== Action item ==
From the data, return each line holding the word "listSnippets".

== Dataset content

import { fn, col } from 'sequelize'
import { models, type ReplySnippetModel } from '../db/models'
import { dbNow } from '../db/models/now'
import { findUserById } from '../data/users'
import { conflict, notFound } from '../errors'
import { fillPlaceholders, type SnippetInput, type SnippetPlaceholder } from '../../shared/schemas/snippet'
import type { User } from '../../shared/schemas/auth'
import { readableCase } from './access'
import { latestTriage } from './triage'

export interface Snippet { id: string; title: string; body: string; updatedAt: string }

const rowToSnippet = (r: ReplySnippetModel): Snippet => ({ id: r.id, title: r.title, body: r.body, updatedAt: r.updatedAt.toISOString() })

export async function listSnippets(): Promise<Snippet[]> {
  const rows = await models().ReplySnippet.findAll({ order: [[fn('lower', col('title')), 'ASC']] })
  return rows.map(rowToSnippet)
}

export async function saveSnippet(user: User, input: SnippetInput, id?: string): Promise<Snippet> {
  try {
    const Snippet = models().ReplySnippet
    const rows = id
      ? (await Snippet.update({ title: input.title, body: input.body, updatedAt: dbNow() }, { where: { id }, returning: true }))[1]
      : [await Snippet.create({ title: input.title, body: input.body, createdBy: user.id })]
    if (!rows[0]) throw notFound('That snippet')
    return rowToSnippet(rows[0])
  } catch (e) {
    if ((e as { parent?: { code?: string } }).parent?.code === '23505') throw conflict('A snippet with that title exists already', 'duplicate')
    throw e
  }
}

export async function deleteSnippet(id: string): Promise<void> {
  await models().ReplySnippet.destroy({ where: { id } })
}

/** Values for the placeholders, from the case, its room and its latest triage. */
export async function placeholderValues(user: User, caseId: string): Promise<Partial<Record<SnippetPlaceholder, string>>> {
  const c = await readableCase(user, caseId)
  const triage = await latestTriage(caseId)
  const listener = await findUserById(c.listenerId)
  const modes = (triage?.modes ?? []) as { kind: string; hz: number }[]
  const firstAxial = modes.find((m) => m.kind === 'axial')
  const schroeder = (triage?.reverberation as { schroederHz?: number } | undefined)?.schroederHz
  return {
    'listener.name': listener?.name,
    'case.title': c.title,
    'room.name': c.room.name,
    'room.dimensions': `${c.room.length} × ${c.room.width} × ${c.room.height} m`,
    'room.firstAxialHz': firstAxial ? `${firstAxial.hz.toFixed(1)} Hz` : undefined,
    'room.schroederHz': schroeder ? `${Math.round(schroeder)} Hz` : undefined,
    'advisor.name': user.name,
  }
}

export async function snippetsForCase(user: User, caseId: string) {
  const values = await placeholderValues(user, caseId)
  return (await listSnippets()).map((s) => ({ ...s, filled: fillPlaceholders(s.body, values) }))
}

====

== Answer section ==
export async function listSnippets(): Promise<Snippet[]> {
  return (await listSnippets()).map((s) => ({ ...s, filled: fillPlaceholders(s.body, values) }))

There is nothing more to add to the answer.